Task description =
The lines below may contain the word "objectId". Please count those that do and give the number alone.

====================

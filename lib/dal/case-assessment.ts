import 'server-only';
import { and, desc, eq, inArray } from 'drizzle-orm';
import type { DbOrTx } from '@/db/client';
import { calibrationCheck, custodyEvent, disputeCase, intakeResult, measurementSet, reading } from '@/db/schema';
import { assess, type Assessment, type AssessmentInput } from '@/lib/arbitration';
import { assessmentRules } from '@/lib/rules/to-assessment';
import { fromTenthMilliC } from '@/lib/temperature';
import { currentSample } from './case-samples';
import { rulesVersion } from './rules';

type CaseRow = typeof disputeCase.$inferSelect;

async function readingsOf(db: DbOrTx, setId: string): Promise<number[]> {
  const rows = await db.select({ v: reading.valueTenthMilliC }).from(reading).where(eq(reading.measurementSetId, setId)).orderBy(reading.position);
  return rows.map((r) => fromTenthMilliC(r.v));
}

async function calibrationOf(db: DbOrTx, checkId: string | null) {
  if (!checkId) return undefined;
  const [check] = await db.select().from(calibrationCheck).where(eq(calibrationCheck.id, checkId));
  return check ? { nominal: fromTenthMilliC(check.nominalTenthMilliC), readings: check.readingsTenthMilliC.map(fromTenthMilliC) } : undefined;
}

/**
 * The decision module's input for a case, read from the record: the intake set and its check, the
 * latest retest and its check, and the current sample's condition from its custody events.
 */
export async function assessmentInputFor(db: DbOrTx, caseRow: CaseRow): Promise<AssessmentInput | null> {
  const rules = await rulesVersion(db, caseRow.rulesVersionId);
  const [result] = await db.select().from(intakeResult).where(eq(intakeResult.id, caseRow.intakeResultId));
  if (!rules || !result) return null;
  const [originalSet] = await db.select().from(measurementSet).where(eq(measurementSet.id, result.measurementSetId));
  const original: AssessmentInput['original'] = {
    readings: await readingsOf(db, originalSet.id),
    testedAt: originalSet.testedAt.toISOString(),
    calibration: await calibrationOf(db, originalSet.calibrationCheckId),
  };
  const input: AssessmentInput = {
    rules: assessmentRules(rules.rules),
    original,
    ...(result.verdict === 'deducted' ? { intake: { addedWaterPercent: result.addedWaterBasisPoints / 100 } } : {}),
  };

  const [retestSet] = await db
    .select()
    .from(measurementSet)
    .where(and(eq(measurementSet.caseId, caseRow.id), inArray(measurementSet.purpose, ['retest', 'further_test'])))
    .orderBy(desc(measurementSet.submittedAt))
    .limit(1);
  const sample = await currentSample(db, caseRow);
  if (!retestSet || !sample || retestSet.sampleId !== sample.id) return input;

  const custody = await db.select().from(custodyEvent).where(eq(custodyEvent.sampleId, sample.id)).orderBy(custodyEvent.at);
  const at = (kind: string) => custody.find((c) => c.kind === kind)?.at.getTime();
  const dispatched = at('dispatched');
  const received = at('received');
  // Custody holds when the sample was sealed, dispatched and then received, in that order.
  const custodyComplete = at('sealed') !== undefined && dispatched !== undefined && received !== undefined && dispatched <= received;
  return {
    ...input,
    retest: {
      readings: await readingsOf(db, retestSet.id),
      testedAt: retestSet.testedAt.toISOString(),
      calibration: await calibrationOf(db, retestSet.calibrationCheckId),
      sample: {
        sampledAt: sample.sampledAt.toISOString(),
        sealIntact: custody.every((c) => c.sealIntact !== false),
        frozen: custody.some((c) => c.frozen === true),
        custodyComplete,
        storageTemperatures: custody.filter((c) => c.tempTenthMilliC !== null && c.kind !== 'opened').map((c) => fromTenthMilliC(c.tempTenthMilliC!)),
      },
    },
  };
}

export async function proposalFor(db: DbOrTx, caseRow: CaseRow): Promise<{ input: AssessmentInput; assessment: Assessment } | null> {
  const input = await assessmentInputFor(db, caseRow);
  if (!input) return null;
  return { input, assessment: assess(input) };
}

====================

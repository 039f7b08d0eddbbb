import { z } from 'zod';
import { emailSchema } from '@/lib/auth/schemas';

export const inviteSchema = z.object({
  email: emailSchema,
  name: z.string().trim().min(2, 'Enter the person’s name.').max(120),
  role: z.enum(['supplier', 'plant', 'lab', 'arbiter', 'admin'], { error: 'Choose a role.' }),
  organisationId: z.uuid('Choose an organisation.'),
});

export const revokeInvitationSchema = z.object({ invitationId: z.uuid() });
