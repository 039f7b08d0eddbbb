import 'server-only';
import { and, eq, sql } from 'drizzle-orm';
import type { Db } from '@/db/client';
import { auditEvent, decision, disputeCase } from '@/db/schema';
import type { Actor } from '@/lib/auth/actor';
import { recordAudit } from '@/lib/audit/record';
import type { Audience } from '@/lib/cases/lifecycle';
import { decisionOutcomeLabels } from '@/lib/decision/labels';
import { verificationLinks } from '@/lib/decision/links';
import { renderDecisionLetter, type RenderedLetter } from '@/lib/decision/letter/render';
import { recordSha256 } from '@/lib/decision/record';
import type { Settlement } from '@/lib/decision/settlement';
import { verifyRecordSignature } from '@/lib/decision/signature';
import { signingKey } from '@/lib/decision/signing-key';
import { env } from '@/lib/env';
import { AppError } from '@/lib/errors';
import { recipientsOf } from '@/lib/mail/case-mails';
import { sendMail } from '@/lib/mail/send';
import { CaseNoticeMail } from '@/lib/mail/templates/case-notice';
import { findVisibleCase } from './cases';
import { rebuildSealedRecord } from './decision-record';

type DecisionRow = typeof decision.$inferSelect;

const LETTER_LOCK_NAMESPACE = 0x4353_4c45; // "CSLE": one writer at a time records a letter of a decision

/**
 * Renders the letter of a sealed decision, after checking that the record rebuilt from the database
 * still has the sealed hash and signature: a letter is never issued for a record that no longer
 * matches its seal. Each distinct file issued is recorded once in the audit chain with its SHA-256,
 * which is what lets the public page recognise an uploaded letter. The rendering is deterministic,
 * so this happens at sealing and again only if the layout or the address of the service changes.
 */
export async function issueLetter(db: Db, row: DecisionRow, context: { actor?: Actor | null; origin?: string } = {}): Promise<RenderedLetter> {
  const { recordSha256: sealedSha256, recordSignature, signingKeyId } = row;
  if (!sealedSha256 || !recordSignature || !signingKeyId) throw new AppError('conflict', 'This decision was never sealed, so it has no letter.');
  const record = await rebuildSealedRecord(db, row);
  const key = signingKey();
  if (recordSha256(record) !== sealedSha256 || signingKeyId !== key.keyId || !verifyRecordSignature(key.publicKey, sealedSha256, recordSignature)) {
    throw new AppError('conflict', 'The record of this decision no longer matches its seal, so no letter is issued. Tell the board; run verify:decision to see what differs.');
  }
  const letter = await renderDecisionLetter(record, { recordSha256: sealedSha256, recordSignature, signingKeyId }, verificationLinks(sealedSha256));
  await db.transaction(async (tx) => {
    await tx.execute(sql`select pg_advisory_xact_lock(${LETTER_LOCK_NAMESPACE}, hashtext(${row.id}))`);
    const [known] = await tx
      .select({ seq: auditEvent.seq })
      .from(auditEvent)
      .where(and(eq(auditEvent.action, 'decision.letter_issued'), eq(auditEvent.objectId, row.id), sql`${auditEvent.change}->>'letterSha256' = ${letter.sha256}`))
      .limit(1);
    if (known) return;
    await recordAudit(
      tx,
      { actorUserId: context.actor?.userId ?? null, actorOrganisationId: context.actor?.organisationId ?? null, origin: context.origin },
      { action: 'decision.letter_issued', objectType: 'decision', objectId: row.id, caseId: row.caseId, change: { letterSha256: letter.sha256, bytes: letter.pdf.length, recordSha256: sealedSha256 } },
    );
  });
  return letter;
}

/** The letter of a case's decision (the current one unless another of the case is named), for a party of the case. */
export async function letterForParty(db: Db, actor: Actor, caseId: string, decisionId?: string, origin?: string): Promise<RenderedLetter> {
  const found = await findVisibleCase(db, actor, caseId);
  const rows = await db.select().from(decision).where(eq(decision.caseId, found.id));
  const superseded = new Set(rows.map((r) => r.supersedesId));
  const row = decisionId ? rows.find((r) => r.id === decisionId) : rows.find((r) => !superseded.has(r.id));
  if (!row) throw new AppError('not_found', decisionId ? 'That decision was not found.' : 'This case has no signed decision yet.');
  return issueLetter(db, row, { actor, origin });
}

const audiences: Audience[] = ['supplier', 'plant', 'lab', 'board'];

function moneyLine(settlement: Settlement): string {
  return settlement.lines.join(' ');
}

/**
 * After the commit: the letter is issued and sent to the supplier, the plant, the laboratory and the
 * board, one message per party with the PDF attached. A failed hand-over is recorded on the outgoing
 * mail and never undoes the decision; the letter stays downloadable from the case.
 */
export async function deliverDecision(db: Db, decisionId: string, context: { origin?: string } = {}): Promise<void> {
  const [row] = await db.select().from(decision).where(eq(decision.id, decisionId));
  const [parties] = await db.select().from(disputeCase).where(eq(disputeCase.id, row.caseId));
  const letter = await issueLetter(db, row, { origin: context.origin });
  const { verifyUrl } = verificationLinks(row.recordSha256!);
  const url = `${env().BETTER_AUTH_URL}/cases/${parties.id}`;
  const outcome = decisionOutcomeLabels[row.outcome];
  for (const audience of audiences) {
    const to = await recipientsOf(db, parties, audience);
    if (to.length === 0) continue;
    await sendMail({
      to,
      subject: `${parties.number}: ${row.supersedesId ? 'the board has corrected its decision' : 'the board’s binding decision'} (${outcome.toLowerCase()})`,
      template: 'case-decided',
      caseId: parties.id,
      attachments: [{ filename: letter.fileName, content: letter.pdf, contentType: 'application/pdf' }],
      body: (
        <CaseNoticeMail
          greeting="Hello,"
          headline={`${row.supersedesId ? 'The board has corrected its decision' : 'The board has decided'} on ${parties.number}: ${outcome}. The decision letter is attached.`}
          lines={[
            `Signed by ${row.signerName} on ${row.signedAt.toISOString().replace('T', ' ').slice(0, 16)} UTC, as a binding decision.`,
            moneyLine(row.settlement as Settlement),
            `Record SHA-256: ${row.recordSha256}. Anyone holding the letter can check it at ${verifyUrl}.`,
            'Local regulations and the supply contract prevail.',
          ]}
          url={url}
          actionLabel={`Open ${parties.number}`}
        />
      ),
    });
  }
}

====================

The answer =
2